- _TO DO_
Retype, exactly as they appear below, the lines between the line holding "from trackplan import __version__, reports, tables" and the line holding "window, a target", both ends included.

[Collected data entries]
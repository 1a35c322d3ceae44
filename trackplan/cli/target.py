"""``trackplan target``: recommended neutral temperature and laying range per section."""

from __future__ import annotations

from pathlib import Path
from typing import Optional

import typer
from rich.table import Table

from trackplan import units
from trackplan.assessment_tables import network_json
from trackplan.cli.common import (ALLOW_SHORT_OPTION, COLUMN_OPTION, JSON_OPTION, TZ_OPTION, UNITS_OPTION, UnitSystem,
                                  command, console, emit_json, print_caution)
from trackplan.cli.network import (DISTRIBUTION_OPTION, PRIORITY_OPTION, REGISTER_OPTION, RETURN_PERIOD_OPTION,
                                   SECTIONS_ARG, STRICT_OPTION, load_and_assess, print_data_warnings, print_network_footer,
                                   report_problems)


def print_targets(results, s: str) -> None:
    """Terminal table of targets (fits 100 columns)."""
    if not results:
        console.print("No section could be assessed (see the problems below).", highlight=False)
        return
    tu = units.label(units.display_unit("temperature", s))
    du = units.label(units.display_unit("temperature_difference", s))
    table = Table(title=f"Recommended neutral temperature (temperatures in {tu}, rise in {du})", box=None,
                  pad_edge=False, header_style="bold underline")
    for head, just in (("section", "left"), ("design max", "right"), ("design min", "right"),
                       ("allowable rise", "right"), ("feasible window", "right"), ("target", "right"),
                       ("laying range", "right"), ("cold limit", "left")):
        table.add_column(head, justify=just, no_wrap=True)
    T = lambda v: units.number(v, "temperature", s)
    for a in results:
        t = a.target
        win = f"{T(t.heat_floor_C)}–{T(t.cold_ceiling_C)}" if t.feasible else "[red]empty[/]"
        rng = f"{T(t.laying_range_C[0])}–{T(t.laying_range_C[1])}" if t.laying_range_C else "–"
        table.add_row(a.section.id, T(a.climate.design_max_C), T(a.climate.design_min_C),
                      units.number(a.allowable_rise_K, "temperature_difference", s), win,
                      f"[bold]{T(t.target_neutral_temperature_C)}[/]"
                      + ("" if t.feasible or t.target_neutral_temperature_C is None else "*"), rng,
                      {"pull-apart gap": "break gap", "tension stress": "stress"}.get(t.governing_cold, t.governing_cold))
    console.print(table)
    starred = sorted({a.target.priority for a in results
                      if not a.target.feasible and a.target.target_neutral_temperature_C is not None})
    if starred:
        console.print(f"* empty window: the target keeps the {' and '.join(starred)} limit first (--priority); "
                      "the risk on the other side is said below.", highlight=False)
    for a in results:
        t = a.target
        if not t.feasible:
            console.print(f"[bold red]{a.section.id}[/]: no neutral temperature satisfies both heat and cold limits "
                          f"({units.fmt(t.shortfall_K, 'temperature_difference', s)} short). What would open the window:",
                          highlight=False)
            if t.risk is not None:
                console.print(f"  {t.risk.text(s)}", highlight=False, markup=False)
            for o in t.openers:
                console.print(f"  • {o.text(s)}", highlight=False, markup=False)
        elif t.narrow:
            console.print(f"[yellow]{a.section.id}[/]: the window is narrower than the laying range; lay within it.",
                          highlight=False)
    print_data_warnings(results, s)
    if results:
        rules = "; ".join(
            f"{r.name} {units.number(r.neutral_C[0], 'temperature', s, 0)}"
            + (f"–{units.number(r.neutral_C[1], 'temperature', s, 0)}" if r.neutral_C[1] != r.neutral_C[0] else "")
            for r in results[0].practice if r.neutral_C)
        console.print(f"Regional practice for context (first section): {rules} "
                      f"({units.label(units.display_unit('temperature', s))}).", highlight=False)


def write_target_outputs(out: Path, results, sections_file: Path, system: str, return_period, distribution: str,
                         priority: str | None = None, register: Path | None = None):
    """target.csv (SI, settings in '# key: value' lines) and target_summary.html."""
    import datetime as dt

    from trackplan import __version__, reports, tables
    from trackplan.cli.network import network_name
    from trackplan.target_report import target_html, target_rows

    inputs = [sections_file] + [a.section.climate_path for a in results]
    out = reports.prepare_out_dir(out, inputs, planned=["target.csv", "target_summary.html"])
    settings = [("return period", "each section's" if return_period is None else f"{return_period:g} years"),
                ("distribution", distribution), ("priority of an empty window", priority),
                ("register", None if register is None else str(register)), ("units", system)]
    settings = [(k, v) for k, v in settings if v is not None]
    written = [reports.write_csv(out / "target.csv", tables.frame(target_rows(results)), inputs,
                                 [("command", "trackplan target"), ("section file", str(sections_file)), *settings])]
    page = target_html(results, system, network_name(sections_file),
                       "Settings: " + ", ".join(f"{k} {v}" for k, v in settings) + ".",
                       f"Section file {sections_file.name}; generated {dt.date.today().isoformat()} by trackplan "
                       f"{__version__} target.")
    written.append(reports.write_text(out / "target_summary.html", page, inputs))
    return written


@command("target")
def target_cmd(
    sections_file: Path = SECTIONS_ARG,
    return_period: Optional[float] = RETURN_PERIOD_OPTION,
    distribution: str = DISTRIBUTION_OPTION,
    priority: str = PRIORITY_OPTION,
    column: Optional[list[str]] = COLUMN_OPTION,
    tz: Optional[str] = TZ_OPTION,
    allow_short: bool = ALLOW_SHORT_OPTION,
    out: Optional[Path] = typer.Option(None, "--out", help="Folder for target.csv and target_summary.html."),
    strict: bool = STRICT_OPTION,
    register: Optional[Path] = REGISTER_OPTION,
    system: UnitSystem = UNITS_OPTION,
    as_json: bool = JSON_OPTION,
) -> None:
    """Recommend the neutral (stress-free) temperature to install on each welded section.

    From the design hot and cold rail temperatures (the section's climate record and
    return period), the allowable rise from the lateral stability analysis, the drift
    allowance and the cold-side limits (pull-apart gap, tension stress): the feasible
    window, a target biased to the hot side, and a laying range. An empty window is
    said plainly, with what would open it. Regional rules of practice are shown for
    context.

    Example: trackplan target examples/network.toml --units us
    """
    if out is not None:
        from trackplan import reports

        reports.prepare_out_dir(out, [sections_file])  # a bad --out is said before the work, not after
    results, problems, _ = load_and_assess(sections_file, strict, return_period, distribution, register,
                                           priority, column=column, tz=tz, allow_short=allow_short)
    written = write_target_outputs(out, results, sections_file, system.value, return_period, distribution,
                                   priority, register) if out is not None else []
    if as_json:
        emit_json(network_json("target", results, problems, written))
    else:
        print_targets(results, system.value)
        print_network_footer(results, register, written, "target_summary.html")
        print_caution()
    report_problems(problems, len(results))
    if problems:
        raise typer.Exit(2)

- _RESPONSE AREA_
    from trackplan import __version__, reports, tables
    from trackplan.cli.network import network_name
    from trackplan.target_report import target_html, target_rows

    inputs = [sections_file] + [a.section.climate_path for a in results]
    out = reports.prepare_out_dir(out, inputs, planned=["target.csv", "target_summary.html"])
    settings = [("return period", "each section's" if return_period is None else f"{return_period:g} years"),
                ("distribution", distribution), ("priority of an empty window", priority),
                ("register", None if register is None else str(register)), ("units", system)]
    settings = [(k, v) for k, v in settings if v is not None]
    written = [reports.write_csv(out / "target.csv", tables.frame(target_rows(results)), inputs,
                                 [("command", "trackplan target"), ("section file", str(sections_file)), *settings])]
    page = target_html(results, system, network_name(sections_file),
                       "Settings: " + ", ".join(f"{k} {v}" for k, v in settings) + ".",
                       f"Section file {sections_file.name}; generated {dt.date.today().isoformat()} by trackplan "
                       f"{__version__} target.")
    written.append(reports.write_text(out / "target_summary.html", page, inputs))
    return written


@command("target")
def target_cmd(
    sections_file: Path = SECTIONS_ARG,
    return_period: Optional[float] = RETURN_PERIOD_OPTION,
    distribution: str = DISTRIBUTION_OPTION,
    priority: str = PRIORITY_OPTION,
    column: Optional[list[str]] = COLUMN_OPTION,
    tz: Optional[str] = TZ_OPTION,
    allow_short: bool = ALLOW_SHORT_OPTION,
    out: Optional[Path] = typer.Option(None, "--out", help="Folder for target.csv and target_summary.html."),
    strict: bool = STRICT_OPTION,
    register: Optional[Path] = REGISTER_OPTION,
    system: UnitSystem = UNITS_OPTION,
    as_json: bool = JSON_OPTION,
) -> None:
    """Recommend the neutral (stress-free) temperature to install on each welded section.

    From the design hot and cold rail temperatures (the section's climate record and
    return period), the allowable rise from the lateral stability analysis, the drift
    allowance and the cold-side limits (pull-apart gap, tension stress): the feasible
    window, a target biased to the hot side, and a laying range. An empty window is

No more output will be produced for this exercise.